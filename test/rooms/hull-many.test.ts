import { describe, expect, it } from 'vitest';
import { generateRoundBilge, HULL, type MainDimensions, prepareHull } from '../../src/hull/index.js';
import { seeded } from '../support/random.js';

const G = 9.80665;
const RHO = 1025;

/** A hull inside the Delft ranges, floating a little light or heavy of its lines. */
function prepared(random: () => number, planing: boolean, scale = 1) {
  const between = (a: number, b: number): number => a + (b - a) * random();
  const lwl = between(3, 10) * scale;
  const bwl = lwl / between(2.8, 4.8);
  const d: MainDimensions = {
    lwl,
    bwl,
    canoeDraft: bwl / between(3.5, 12),
    cp: between(0.525, 0.595),
    cm: between(0.655, 0.775),
    cwp: between(0.66, 0.72),
    lcbAft: between(0.005, 0.055),
    freeboard: between(0.07, 0.12) * lwl,
    beamMax: bwl * between(1.05, 1.4),
  };
  const mass = RHO * d.cp * d.cm * lwl * bwl * d.canoeDraft * between(0.9, 1.1);
  const x = -d.lcbAft * lwl;
  return prepareHull(
    generateRoundBilge(d),
    { mass, x, z: between(0, 0.1) * lwl },
    {
      water: { density: RHO, kinematicViscosity: 1.19e-6 * scale ** 1.5 },
      gravity: G,
      residuary: random() < 0.5 ? 'delft-1998' : 'delft-2008',
      planing,
      centreReach: [x - 0.06 * lwl, x + 0.04 * lwl],
    },
  );
}

describe('two thousand random hulls in range', () => {
  it('have resistance finite, positive, never falling with speed and smooth in slope', () => {
    const random = seeded(2026);
    const out = new Float64Array(HULL.count);
    let turns = 0;
    for (let k = 0; k < 2000; k++) {
      const h = prepared(random, k % 10 === 0);
      const c = Math.sqrt(G * h.form.lwl);
      const weight = RHO * h.form.volume * G;
      const heel = 0.4 * random();
      let before = 0;
      for (let fn = 0.05; fn <= 1.5; fn += 0.05) {
        const r = h.resistanceInto(fn * c, 0, out) / weight;
        expect(r > 0 && r < 2, `hull ${k} Fn ${fn}`).toBe(true);
        if (r < before * (1 - 1e-12)) turns++;
        before = r;
      }
      // Slope on either side of a table point, where a kink would sit.
      const fn = 0.05 + 0.01 * Math.floor(120 * random());
      const e = 1e-5;
      const slope = (f: number): number =>
        (h.resistanceInto((f + e) * c, heel, out) - h.resistanceInto((f - e) * c, heel, out)) / (2 * e);
      expect(Math.abs(slope(fn + 2 * e) - slope(fn - 2 * e)) / weight).toBeLessThan(3e-3);
      expect(h.rightingArm(0.02)).toBeGreaterThan(-0.02 * h.form.lwl);
      expect(h.wetted(heel)).toBeGreaterThan(0);
    }
    expect(turns).toBe(0);
  });

  it('agree with their Froude-scaled copies', () => {
    const out = new Float64Array(HULL.count);
    for (let k = 0; k < 60; k++) {
      const s = 0.6 + 0.03 * k;
      const a = prepared(seeded(k), k % 3 === 0);
      const b = prepared(seeded(k), k % 3 === 0, s);
      for (const fn of [0.25, 0.4, 0.7, 1.2]) {
        const va = fn * Math.sqrt(G * a.form.lwl);
        const ratio = b.resistanceInto(va * Math.sqrt(s), 0.2, out) / a.resistanceInto(va, 0.2, out);
        expect(Math.abs(ratio / s ** 3 - 1)).toBeLessThan(1e-9);
      }
    }
  });
});
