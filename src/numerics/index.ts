export { type BoxQp, coordinateDescent, createBoxQp, solveBoxQp, solveFreeBlock } from './box-qp.js';
export { choleskyFactor, choleskySolve } from './cholesky.js';
export { luFactor, luSolve, luSolveTransposed } from './lu.js';
export { boundedMinimum } from './minimum.js';
export { hermite, type Pchip, pchip, pchipSlopes } from './pchip.js';
export { bracketedRoot } from './root.js';
export { createSmallQp, type SmallQp } from './small-qp.js';
export { normalQuantile, SOBOL_DIMENSIONS, sobolPoints } from './sobol.js';
export { type SymmetricSpline, symmetricSpline } from './spline.js';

__What the task asks__
From the line containing "const b = prepared(seeded(k), k" to the final line above, output everything. Change nothing and add nothing.

__Answer space__
      const b = prepared(seeded(k), k % 3 === 0, s);
      for (const fn of [0.25, 0.4, 0.7, 1.2]) {
        const va = fn * Math.sqrt(G * a.form.lwl);
        const ratio = b.resistanceInto(va * Math.sqrt(s), 0.2, out) / a.resistanceInto(va, 0.2, out);
        expect(Math.abs(ratio / s ** 3 - 1)).toBeLessThan(1e-9);
      }
    }
  });
});
filename src/numerics/index.ts
export { type BoxQp, coordinateDescent, createBoxQp, solveBoxQp, solveFreeBlock } from './box-qp.js';
export { choleskyFactor, choleskySolve } from './cholesky.js';
export { luFactor, luSolve, luSolveTransposed } from './lu.js';
export { boundedMinimum } from './minimum.js';
export { hermite, type Pchip, pchip, pchipSlopes } from './pchip.js';
export { bracketedRoot } from './root.js';
export { createSmallQp, type SmallQp } from './small-qp.js';
export { normalQuantile, SOBOL_DIMENSIONS, sobolPoints } from './sobol.js';
export { type SymmetricSpline, symmetricSpline } from './spline.js';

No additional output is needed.